-- Opening Marker --
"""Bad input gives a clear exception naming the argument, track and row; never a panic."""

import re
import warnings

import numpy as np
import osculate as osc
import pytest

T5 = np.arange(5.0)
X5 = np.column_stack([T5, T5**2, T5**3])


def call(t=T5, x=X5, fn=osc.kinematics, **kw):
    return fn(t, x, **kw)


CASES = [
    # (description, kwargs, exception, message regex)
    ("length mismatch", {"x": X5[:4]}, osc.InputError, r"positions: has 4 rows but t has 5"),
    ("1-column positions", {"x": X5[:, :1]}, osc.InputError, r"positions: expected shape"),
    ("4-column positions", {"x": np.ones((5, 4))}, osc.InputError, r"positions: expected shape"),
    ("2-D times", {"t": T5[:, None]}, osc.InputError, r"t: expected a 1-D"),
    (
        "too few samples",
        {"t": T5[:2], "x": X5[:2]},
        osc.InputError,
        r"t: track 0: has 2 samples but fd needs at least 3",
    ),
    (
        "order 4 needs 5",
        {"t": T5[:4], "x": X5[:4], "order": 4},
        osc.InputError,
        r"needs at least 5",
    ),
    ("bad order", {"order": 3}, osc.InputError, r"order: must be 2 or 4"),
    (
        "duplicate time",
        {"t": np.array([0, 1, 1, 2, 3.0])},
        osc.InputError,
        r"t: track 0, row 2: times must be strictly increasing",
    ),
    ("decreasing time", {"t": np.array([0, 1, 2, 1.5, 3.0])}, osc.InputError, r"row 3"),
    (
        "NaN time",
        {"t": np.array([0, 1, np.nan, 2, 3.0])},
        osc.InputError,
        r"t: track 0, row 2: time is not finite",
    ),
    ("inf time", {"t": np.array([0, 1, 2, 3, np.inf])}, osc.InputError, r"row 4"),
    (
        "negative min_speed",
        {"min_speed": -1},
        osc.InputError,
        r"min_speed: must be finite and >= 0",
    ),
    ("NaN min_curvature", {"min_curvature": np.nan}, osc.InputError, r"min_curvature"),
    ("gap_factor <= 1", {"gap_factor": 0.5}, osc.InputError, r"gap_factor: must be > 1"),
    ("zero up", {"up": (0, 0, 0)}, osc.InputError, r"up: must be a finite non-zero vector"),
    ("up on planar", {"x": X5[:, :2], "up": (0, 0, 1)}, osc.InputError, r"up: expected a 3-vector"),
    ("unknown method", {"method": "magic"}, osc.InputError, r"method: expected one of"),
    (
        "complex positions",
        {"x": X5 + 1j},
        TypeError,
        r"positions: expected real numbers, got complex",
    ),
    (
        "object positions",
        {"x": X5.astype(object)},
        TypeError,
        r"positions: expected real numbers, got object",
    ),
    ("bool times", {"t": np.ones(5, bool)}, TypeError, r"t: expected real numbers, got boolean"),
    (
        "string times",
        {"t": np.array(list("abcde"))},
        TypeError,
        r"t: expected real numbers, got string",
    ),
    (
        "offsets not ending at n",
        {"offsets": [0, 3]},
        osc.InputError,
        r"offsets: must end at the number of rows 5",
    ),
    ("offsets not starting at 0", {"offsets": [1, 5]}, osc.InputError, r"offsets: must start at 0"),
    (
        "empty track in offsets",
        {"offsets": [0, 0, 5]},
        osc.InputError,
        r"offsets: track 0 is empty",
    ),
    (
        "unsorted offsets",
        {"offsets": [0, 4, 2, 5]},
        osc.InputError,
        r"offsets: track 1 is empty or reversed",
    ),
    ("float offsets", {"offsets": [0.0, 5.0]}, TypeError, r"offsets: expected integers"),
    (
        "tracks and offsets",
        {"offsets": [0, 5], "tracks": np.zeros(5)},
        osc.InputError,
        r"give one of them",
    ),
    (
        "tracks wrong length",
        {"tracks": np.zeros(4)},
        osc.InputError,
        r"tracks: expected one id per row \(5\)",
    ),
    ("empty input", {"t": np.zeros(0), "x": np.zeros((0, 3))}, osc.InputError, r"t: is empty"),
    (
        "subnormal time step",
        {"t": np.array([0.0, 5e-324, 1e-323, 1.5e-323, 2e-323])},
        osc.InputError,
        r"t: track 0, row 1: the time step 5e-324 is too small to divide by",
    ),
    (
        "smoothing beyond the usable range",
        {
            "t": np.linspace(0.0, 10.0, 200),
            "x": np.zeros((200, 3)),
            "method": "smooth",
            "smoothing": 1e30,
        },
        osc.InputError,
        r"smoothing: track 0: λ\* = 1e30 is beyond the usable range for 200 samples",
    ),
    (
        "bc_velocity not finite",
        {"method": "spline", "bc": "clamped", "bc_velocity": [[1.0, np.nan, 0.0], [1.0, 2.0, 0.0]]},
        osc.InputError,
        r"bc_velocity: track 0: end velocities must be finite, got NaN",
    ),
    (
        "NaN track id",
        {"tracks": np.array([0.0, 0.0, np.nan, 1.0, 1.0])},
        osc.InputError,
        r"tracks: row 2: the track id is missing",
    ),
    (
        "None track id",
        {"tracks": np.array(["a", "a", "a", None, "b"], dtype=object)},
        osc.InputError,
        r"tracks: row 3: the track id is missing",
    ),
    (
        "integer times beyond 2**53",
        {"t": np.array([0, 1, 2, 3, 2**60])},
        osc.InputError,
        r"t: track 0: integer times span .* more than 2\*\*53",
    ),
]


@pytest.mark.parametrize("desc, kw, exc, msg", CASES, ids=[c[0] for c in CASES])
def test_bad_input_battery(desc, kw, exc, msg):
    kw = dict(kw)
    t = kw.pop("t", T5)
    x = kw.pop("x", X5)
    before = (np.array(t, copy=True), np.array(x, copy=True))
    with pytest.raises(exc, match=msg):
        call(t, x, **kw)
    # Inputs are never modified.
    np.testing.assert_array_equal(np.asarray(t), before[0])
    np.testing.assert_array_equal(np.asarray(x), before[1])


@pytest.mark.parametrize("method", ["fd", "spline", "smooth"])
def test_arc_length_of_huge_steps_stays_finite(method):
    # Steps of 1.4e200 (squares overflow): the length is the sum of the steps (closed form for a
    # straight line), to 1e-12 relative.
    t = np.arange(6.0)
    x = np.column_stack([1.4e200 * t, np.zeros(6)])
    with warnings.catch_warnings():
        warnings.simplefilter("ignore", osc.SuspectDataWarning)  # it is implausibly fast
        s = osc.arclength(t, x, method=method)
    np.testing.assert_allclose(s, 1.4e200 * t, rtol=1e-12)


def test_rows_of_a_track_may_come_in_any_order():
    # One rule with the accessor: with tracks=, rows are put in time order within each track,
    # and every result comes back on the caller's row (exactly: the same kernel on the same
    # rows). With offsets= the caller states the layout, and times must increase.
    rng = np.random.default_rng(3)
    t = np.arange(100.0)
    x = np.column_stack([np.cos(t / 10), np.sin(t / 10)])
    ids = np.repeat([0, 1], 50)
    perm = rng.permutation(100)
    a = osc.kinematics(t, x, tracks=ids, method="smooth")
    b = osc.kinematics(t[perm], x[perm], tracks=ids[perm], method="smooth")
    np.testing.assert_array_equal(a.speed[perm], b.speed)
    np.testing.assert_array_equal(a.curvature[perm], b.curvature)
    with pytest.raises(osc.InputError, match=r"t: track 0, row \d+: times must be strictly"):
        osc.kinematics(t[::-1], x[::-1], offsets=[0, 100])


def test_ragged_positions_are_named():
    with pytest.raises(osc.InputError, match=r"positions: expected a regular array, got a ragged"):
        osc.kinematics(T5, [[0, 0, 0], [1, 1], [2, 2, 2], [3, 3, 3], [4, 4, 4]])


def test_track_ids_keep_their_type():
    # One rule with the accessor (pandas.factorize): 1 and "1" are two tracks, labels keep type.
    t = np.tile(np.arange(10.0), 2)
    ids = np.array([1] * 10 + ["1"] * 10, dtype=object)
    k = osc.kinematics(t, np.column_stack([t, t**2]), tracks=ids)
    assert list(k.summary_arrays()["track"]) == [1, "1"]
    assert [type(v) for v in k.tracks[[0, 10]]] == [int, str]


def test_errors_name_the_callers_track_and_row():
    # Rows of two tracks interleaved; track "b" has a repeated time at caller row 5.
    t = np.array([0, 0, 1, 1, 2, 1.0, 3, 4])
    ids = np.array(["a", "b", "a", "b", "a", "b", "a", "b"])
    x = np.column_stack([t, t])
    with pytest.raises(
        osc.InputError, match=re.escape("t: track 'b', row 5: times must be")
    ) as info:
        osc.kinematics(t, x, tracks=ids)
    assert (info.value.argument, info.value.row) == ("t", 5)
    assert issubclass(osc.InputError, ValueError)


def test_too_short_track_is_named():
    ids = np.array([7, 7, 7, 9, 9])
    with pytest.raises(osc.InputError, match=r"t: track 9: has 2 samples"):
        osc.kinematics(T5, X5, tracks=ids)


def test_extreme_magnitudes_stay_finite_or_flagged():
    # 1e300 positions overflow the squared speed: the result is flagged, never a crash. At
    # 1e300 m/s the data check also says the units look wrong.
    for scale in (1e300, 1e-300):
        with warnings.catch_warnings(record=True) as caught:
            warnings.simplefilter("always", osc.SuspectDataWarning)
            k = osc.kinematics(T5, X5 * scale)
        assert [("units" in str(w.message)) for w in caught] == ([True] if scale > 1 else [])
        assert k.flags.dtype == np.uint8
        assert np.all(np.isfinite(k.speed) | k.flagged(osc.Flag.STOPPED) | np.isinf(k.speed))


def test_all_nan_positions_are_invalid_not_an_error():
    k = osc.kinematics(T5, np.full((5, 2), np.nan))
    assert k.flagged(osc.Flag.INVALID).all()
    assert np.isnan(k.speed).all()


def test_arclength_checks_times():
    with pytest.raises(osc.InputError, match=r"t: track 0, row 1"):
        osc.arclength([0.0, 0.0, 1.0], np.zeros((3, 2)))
-- Closing Marker --
■ To do ■
Show the lines of the material that contain the word "warnings".

■ Task answer ■
import warnings
    with warnings.catch_warnings():
        warnings.simplefilter("ignore", osc.SuspectDataWarning)  # it is implausibly fast
        with warnings.catch_warnings(record=True) as caught:
            warnings.simplefilter("always", osc.SuspectDataWarning)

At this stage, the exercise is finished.